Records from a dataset
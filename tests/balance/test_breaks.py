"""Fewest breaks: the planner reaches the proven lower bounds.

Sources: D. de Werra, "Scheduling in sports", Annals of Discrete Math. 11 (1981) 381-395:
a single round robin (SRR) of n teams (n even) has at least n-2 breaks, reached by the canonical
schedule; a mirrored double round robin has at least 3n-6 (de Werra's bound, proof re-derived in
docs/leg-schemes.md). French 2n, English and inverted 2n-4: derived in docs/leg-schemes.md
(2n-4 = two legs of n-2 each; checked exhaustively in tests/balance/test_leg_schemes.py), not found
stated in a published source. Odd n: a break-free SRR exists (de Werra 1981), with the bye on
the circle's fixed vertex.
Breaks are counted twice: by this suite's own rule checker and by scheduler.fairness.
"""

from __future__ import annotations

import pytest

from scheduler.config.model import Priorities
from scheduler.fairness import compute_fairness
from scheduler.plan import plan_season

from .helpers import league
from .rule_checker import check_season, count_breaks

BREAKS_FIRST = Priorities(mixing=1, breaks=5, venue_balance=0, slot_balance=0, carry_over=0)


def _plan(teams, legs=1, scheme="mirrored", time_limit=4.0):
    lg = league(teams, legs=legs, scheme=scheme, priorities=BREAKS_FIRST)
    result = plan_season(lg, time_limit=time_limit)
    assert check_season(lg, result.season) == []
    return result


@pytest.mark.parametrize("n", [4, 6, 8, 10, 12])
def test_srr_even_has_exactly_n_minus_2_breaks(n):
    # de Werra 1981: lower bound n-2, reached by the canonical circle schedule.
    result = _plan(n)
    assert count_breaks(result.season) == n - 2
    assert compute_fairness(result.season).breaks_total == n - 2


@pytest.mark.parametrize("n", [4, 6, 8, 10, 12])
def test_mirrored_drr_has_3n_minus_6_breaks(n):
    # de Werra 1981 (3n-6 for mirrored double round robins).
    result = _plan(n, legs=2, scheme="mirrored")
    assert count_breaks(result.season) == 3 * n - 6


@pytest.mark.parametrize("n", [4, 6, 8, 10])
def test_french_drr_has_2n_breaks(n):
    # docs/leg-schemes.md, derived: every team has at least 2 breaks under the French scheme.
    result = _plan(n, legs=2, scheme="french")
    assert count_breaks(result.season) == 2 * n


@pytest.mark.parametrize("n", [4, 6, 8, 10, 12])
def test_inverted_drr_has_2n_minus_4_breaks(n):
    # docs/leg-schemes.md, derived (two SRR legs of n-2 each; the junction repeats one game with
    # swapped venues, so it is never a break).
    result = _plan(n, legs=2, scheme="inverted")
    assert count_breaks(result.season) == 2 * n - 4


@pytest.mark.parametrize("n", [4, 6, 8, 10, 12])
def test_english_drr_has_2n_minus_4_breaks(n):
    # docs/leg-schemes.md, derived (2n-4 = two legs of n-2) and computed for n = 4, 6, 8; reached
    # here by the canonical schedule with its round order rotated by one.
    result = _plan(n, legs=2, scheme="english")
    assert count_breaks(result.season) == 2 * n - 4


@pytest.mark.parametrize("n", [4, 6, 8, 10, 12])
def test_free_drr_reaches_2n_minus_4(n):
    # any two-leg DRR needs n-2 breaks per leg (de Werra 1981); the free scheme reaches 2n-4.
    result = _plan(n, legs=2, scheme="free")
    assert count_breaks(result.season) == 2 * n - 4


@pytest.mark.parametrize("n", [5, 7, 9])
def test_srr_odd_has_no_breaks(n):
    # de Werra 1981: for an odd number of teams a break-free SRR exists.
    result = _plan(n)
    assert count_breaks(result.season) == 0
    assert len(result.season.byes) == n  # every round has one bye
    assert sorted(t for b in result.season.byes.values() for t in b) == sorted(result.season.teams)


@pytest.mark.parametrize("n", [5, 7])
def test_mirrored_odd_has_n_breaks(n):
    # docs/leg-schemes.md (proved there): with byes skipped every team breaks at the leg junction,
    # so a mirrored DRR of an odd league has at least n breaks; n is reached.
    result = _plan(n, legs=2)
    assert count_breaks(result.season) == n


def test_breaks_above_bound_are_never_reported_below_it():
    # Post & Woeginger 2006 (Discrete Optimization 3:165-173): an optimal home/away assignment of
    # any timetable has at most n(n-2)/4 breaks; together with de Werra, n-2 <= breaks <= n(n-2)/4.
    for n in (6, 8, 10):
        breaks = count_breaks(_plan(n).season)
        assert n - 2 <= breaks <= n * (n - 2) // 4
---
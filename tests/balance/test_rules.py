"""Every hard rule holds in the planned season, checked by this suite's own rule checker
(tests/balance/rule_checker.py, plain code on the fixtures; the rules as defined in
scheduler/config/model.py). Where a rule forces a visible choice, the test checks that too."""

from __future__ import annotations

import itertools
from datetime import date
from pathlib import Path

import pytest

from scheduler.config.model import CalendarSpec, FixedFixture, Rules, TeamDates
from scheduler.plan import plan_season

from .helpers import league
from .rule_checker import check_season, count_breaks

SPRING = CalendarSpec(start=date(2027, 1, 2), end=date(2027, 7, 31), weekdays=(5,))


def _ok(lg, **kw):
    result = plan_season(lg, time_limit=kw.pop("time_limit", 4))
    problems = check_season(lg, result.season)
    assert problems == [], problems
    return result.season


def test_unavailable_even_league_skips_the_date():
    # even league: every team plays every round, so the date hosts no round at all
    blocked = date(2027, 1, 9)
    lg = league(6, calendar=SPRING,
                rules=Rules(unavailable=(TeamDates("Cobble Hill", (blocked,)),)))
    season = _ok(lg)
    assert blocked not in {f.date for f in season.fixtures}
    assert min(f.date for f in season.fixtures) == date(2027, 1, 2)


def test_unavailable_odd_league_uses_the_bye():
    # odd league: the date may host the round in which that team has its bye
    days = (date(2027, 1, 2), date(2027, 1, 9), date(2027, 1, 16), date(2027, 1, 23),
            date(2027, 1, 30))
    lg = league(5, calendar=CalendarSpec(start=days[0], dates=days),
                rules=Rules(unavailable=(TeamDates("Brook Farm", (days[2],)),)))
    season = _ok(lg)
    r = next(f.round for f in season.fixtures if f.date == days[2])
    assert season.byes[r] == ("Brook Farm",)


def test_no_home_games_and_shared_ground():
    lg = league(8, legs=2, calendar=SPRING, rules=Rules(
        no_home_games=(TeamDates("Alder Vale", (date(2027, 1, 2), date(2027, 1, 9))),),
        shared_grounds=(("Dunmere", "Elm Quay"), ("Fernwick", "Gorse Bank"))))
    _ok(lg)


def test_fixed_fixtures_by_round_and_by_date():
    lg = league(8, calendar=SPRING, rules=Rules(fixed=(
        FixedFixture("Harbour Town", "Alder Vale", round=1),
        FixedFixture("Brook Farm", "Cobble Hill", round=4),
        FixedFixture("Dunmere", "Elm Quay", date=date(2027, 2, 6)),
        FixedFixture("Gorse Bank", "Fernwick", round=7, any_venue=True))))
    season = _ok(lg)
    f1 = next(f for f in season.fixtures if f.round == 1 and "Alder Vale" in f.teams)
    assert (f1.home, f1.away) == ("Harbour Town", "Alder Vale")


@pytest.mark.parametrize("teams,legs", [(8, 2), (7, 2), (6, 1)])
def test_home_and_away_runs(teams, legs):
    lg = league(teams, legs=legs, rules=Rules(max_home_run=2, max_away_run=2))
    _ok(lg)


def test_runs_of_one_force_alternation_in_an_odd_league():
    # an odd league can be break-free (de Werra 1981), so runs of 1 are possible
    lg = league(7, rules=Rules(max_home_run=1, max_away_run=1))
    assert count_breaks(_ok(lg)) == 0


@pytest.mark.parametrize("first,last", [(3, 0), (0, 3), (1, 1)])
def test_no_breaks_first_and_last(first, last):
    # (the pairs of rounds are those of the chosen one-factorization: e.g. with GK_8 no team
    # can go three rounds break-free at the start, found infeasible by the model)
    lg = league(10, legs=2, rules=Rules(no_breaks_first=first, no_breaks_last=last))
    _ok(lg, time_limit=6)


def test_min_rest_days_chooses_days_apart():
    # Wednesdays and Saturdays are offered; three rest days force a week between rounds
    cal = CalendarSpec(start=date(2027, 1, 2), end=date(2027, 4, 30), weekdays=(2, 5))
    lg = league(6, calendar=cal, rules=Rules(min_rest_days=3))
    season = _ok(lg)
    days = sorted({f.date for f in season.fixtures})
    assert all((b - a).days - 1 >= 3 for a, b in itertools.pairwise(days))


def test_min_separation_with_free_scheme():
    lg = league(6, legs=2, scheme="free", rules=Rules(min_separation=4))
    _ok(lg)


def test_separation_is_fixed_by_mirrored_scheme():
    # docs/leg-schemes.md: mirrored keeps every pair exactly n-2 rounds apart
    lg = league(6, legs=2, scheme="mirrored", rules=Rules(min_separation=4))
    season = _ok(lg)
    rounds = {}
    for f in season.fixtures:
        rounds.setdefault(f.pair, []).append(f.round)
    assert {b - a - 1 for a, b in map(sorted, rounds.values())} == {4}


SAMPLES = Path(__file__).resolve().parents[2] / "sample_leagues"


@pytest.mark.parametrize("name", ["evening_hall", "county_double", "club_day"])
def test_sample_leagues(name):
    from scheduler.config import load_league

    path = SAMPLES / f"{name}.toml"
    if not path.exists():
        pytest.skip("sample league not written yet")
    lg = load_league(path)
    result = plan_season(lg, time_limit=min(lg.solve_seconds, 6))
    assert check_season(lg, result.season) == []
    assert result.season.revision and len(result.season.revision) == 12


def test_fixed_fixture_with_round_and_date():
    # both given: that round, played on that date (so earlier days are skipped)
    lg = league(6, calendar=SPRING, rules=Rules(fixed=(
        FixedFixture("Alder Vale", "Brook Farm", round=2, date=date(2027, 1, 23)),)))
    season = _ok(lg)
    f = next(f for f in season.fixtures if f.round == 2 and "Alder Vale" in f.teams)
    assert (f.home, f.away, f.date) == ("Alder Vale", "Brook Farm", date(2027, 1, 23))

> _Assignment_
Only one stretch of the records above is wanted: the lines between the one holding "filename tests/balance/test_breaks.py" and the one holding "the circle's fixed vertex.", inclusive, reproduced exactly.

> _Task output_
filename tests/balance/test_breaks.py
"""Fewest breaks: the planner reaches the proven lower bounds.

Sources: D. de Werra, "Scheduling in sports", Annals of Discrete Math. 11 (1981) 381-395:
a single round robin (SRR) of n teams (n even) has at least n-2 breaks, reached by the canonical
schedule; a mirrored double round robin has at least 3n-6 (de Werra's bound, proof re-derived in
docs/leg-schemes.md). French 2n, English and inverted 2n-4: derived in docs/leg-schemes.md
(2n-4 = two legs of n-2 each; checked exhaustively in tests/balance/test_leg_schemes.py), not found
stated in a published source. Odd n: a break-free SRR exists (de Werra 1981), with the bye on
the circle's fixed vertex.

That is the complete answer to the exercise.